> What you need to do
Gather from the listing below each line that includes the word "testApp", and copy it.

Top of Listed records

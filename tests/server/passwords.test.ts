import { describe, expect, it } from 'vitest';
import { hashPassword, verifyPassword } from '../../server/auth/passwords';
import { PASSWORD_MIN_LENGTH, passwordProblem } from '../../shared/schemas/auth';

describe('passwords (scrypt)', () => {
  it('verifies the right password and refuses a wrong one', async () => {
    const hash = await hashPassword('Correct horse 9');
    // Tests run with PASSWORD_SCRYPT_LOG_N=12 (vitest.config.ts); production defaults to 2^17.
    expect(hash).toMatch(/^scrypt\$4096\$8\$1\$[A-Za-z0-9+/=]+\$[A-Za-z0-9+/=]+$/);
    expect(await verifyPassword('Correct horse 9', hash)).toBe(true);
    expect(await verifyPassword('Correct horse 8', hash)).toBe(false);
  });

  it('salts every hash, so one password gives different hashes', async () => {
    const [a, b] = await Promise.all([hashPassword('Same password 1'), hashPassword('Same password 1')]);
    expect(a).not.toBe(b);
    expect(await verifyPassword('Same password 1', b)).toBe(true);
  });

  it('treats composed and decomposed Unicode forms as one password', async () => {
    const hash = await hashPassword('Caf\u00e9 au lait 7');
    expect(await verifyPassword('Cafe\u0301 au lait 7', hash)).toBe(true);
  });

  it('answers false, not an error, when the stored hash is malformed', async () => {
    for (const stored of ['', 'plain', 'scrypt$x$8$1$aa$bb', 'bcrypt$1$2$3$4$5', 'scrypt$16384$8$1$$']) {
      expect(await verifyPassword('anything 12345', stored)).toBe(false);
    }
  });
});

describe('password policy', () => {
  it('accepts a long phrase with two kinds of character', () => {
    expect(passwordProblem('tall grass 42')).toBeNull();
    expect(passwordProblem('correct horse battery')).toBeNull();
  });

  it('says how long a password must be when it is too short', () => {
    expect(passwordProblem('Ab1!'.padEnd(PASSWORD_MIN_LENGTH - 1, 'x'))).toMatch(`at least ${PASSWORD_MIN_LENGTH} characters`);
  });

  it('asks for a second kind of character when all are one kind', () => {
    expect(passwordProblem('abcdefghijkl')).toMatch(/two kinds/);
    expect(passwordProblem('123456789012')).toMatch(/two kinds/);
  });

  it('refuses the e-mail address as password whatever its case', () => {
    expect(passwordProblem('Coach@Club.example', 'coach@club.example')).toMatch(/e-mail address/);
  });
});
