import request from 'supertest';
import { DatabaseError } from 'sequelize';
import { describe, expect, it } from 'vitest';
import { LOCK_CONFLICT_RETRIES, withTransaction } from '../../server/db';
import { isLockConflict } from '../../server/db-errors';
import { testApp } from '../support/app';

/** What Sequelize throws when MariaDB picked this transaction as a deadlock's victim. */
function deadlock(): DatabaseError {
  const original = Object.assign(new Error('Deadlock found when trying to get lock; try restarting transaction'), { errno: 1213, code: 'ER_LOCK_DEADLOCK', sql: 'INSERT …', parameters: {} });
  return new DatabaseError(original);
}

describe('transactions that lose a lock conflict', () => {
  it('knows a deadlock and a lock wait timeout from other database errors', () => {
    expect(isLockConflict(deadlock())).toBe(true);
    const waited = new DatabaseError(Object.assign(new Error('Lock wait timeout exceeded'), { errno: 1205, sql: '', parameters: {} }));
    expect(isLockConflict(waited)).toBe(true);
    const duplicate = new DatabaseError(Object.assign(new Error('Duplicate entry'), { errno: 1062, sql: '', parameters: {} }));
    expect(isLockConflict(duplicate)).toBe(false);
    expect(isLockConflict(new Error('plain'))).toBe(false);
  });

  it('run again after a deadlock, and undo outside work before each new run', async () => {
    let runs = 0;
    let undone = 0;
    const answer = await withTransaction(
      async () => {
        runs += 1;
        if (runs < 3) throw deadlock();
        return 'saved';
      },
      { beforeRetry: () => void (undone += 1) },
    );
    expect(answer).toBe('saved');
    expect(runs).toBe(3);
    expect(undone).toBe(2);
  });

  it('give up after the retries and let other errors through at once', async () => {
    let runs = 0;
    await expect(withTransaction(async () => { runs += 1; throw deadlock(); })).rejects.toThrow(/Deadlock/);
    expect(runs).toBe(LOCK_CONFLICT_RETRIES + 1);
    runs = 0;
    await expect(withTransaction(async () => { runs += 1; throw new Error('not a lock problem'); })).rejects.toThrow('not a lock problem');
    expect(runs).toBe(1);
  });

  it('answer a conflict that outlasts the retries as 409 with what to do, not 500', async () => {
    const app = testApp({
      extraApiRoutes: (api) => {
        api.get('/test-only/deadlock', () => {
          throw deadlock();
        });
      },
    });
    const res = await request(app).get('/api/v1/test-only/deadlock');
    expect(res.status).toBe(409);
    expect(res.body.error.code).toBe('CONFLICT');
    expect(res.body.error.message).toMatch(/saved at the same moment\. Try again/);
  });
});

Bottom of Listed records

> Task answer
import { testApp } from '../support/app';
    const app = testApp({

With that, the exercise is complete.